Non si può parlare di un microbiota del sangue vero e proprio, tuttavia un recente studio pubblicato su Nature Microbiology, sembrerebbe far rilevare che il sangue, ritenuto sterile per sua natura, possa in qualche caso in soggetti sani presentare una popolazione microbica. Questa avrebbe caratteristiche individualizzanti, cioè non riferite a una comunità microbica condivisa.

Tale informazione potrebbe essere utile per lo sviluppo, ad esempio, di test finalizzati a contenere il rischio di infezioni in caso di donazione del sangue o per la gestione di specifiche patologie.

Sterile al 100%

Non è così o potrebbe non esserlo nella totalità dei casi, almeno quando si parla di sangue. Recenti studi avrebbero dimostrato che sebbene il maggior ingresso di batteri nel flusso sanguigno avvenga da una fonte esterna (un accesso da una ferita ad esempio o durante le pratiche di igiene quotidiana come lavarsi i denti), per cause ancora da chiarire del tutto anche soggetti sani potrebbero essere portatori di una popolazione di microrganismi circolanti nel flusso ematico.

L’evidenza emerge da una ricerca (No evidence for a common blood microbiome based on a population study) condotta dalla collaborazione del University College London (UK) e della National University of Singapore su campioni di sangue di poco meno di 10 mila persone. Nella maggior parte delle indagini, il sangue è risultato “puro e pulito”, ma parallelamente i ricercatori, tenuto conto delle possibili contaminazioni, hanno anche evidenziato nella popolazione sana 117 specie microbiche, alcune delle quali avevano firme del DNA di replicazione microbica, più tipicamente presenti nel microbiota intestinale (n=40), orale (n=32) o cutaneo (n=18).

Cosa è stato osservato

Nessuna specie microbica è stata rilevata nell’84% degli individui, mentre il resto aveva solo una mediana di una specie e che meno del 5% dei partecipanti allo studio condivideva le stesse specie microbiche, escludendo dunque la possibilità di definire o parlare di un “microbioma del sangue” o “microbioma circolante”. La specie microbica più comune nei campioni di sangue era riferibile a Cutibacterium acnes, un patogeno correlato all’acne, tuttavia presente solo nel 4,7% degli individui, ulteriore conferma che sfata l’esistenza di una o più specie “core” comuni tra individui sani. 

Conclusioni

I dati emersi dallo studio sembrano fare desumere che i microbi possono occasionalmente entrare nel flusso sanguigno da altri siti del corpo senza causare malattie, ovvero i batteri sono rilevabili nel sangue solo in rare occasioni, non ne sono un componente regolare. Dunque, le evidenze non supportano l’ipotesi dell’esistenza di un microbiota sanguigno condiviso.

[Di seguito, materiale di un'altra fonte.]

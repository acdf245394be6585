/**
 * Jekyll (`_config.yml`): content in `source` (default the site folder), `baseurl` is the base
 * path. Routes follow Jekyll's permalink rules (`routes.generator: 'jekyll'`): the site's
 * `permalink` (a built-in style such as `date` or `pretty`, or a pattern) for posts
 * (`[folder/]_posts/YYYY-MM-DD-name.md`, each linked from the previous and next one), its suffix
 * for pages (`name.html`, or `/name/` when it ends in `/`), frontmatter `permalink` patterns, and
 * collections with `output: true` (`_name/`, `/:collection/:path:output_ext` unless the
 * collection says otherwise). Other folders starting with `_` are no pages (`_layouts/`,
 * `_data/`, `_site/`...; files in `_includes/` are part of the pages that include them).
 * `defaults:` that set a permalink by folder or by type apply. `exclude:` is honoured. Heading
 * ids: kramdown's GFM input (GitHub-like) unless `kramdown.input` says otherwise.
 */
import type { PresetReader } from './types.js';
import { basePathOf, cleanFolder, count, dig, isRecord, parseConfigText, shownFolder, str } from './util.js';

const NOT_PAGES = ['_site/**', '_layouts/**', '_sass/**', '_data/**', '_drafts/**', 'vendor/**', '.jekyll-cache/**'];

export const readJekyll: PresetReader = (configFile, files) => {
  const notes: string[] = [];
  const parsed = parseConfigText(configFile, files.read(configFile) ?? '');
  const conf = parsed.ok ? parsed.value : {};
  if (!parsed.ok) notes.push(`${configFile} does not parse (${parsed.error}); Jekyll's defaults used`);
  const source = cleanFolder(str(conf.source) ?? '.');
  const basePath = basePathOf(str(conf.baseurl));
  const sitePermalink = str(conf.permalink) ?? 'date';
  const exclude = Array.isArray(conf.exclude) ? conf.exclude.filter((e): e is string => typeof e === 'string') : [];
  const input = str(dig(conf, 'kramdown', 'input'));
  const inSource = (p: string): string => (source === '' ? p : `${source}/${p}`);
  const hasPosts = files.exists(inSource('_posts'));
  const permalinks: Record<string, string> = { '*': sitePermalink };
  const collections: string[] = [];
  if (isRecord(conf.collections)) {
    for (const [name, value] of Object.entries(conf.collections)) {
      if (name === 'posts' || !isRecord(value) || value.output !== true) continue;
      collections.push(name);
      permalinks[name] = str(value.permalink) ?? '/:collection/:path:output_ext';
    }
  }
  // Frontmatter defaults that set a permalink, scoped by a folder or by a type alone.
  if (Array.isArray(conf.defaults)) {
    for (const d of conf.defaults) {
      const permalink = str(dig(d, 'values', 'permalink'));
      if (permalink === undefined) continue;
      const path = str(dig(d, 'scope', 'path'));
      const type = str(dig(d, 'scope', 'type'));
      if (path !== undefined && path !== '' && type === undefined) permalinks[`path:${path}`] = permalink;
      else if (type !== undefined && (path === undefined || path === '')) permalinks[`type:${type}`] = permalink;
      else if (path === '' || path === undefined) permalinks['path:'] = permalink;
      else notes.push(`a defaults permalink scoped by both path and type is not applied (${path}, ${type})`);
    }
  }
  // Every other `_folder` is no page (a collection without `output: true` too).
  const underscored = new Set<string>();
  for (const f of files.markdownFiles(source)) {
    const top = f.slice(source === '' ? 0 : source.length + 1).split('/');
    const name = top[0];
    // `_includes/` stays: its files are part of the pages that include them, never pages.
    if (top.length > 1 && name.startsWith('_') && name !== '_posts' && name !== '_includes' && !collections.includes(name.slice(1))) underscored.add(`${name}/**`);
  }
  const parts = [shownFolder(source)];
  if (hasPosts) parts.push('_posts/');
  if (collections.length > 0) parts.push(count(collections.length, 'collection'));
  if (str(conf.permalink) !== undefined) parts.push(`permalink ${sitePermalink}`);
  return {
    name: 'jekyll',
    configFile,
    contentDir: source,
    config: {
      exclude: [
        ...new Set([...NOT_PAGES, ...[...underscored].sort()]),
        ...exclude.map((e) => (/[*?]/.test(e) || /\.\w+$/.test(e) ? e : `${e.replace(/\/+$/, '')}/**`)),
      ],
      routes: {
        style: sitePermalink === 'pretty' || sitePermalink.endsWith('/') ? 'directory' : 'html',
        indexNames: ['index'],
        headingIdsDefault: input !== undefined && input.toLowerCase() !== 'gfm' ? 'kramdown' : 'github',
        generator: 'jekyll',
        permalinks,
        ...(hasPosts ? { folders: { _posts: '/' }, dated: ['_posts'] } : {}),
        ...(basePath === null ? {} : { basePath }),
      },
      ...(hasPosts ? { generated: { postFolders: ['_posts'] } } : {}),
    },
    navigation: null,
    redirects: [],
    parts,
    notes,
  };
};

Tali informazioni dovranno essere avvalorate da altri studi scientifici, tuttavia mettono in luce già alcune potenzialità: la possibilità di creare test specifici per contenere il rischio di infezioni ad esempio in caso di donazioni di sangue, ma anche di indagare l’eventuale presenza di batteri nel sangue di pazienti con condizioni croniche, come il tumore o il diabete, e la loro possibile associazione con la gravità e la progressione della malattia.

Se tali evidenze trovassero conferma è possibile pensare allo sviluppo di interventi basati sul microbiota per patologie specifiche.

Fonte:

  • Tan CCS, Ko KKK, Chen H, Liu J, Loh M; SG10K_Health Consortium; Chia M, Nagarajan N. No evidence for a common blood microbiome based on a population study of 9,770 healthy humans. Nat Microbiol. 2023 May;8(5):973-985.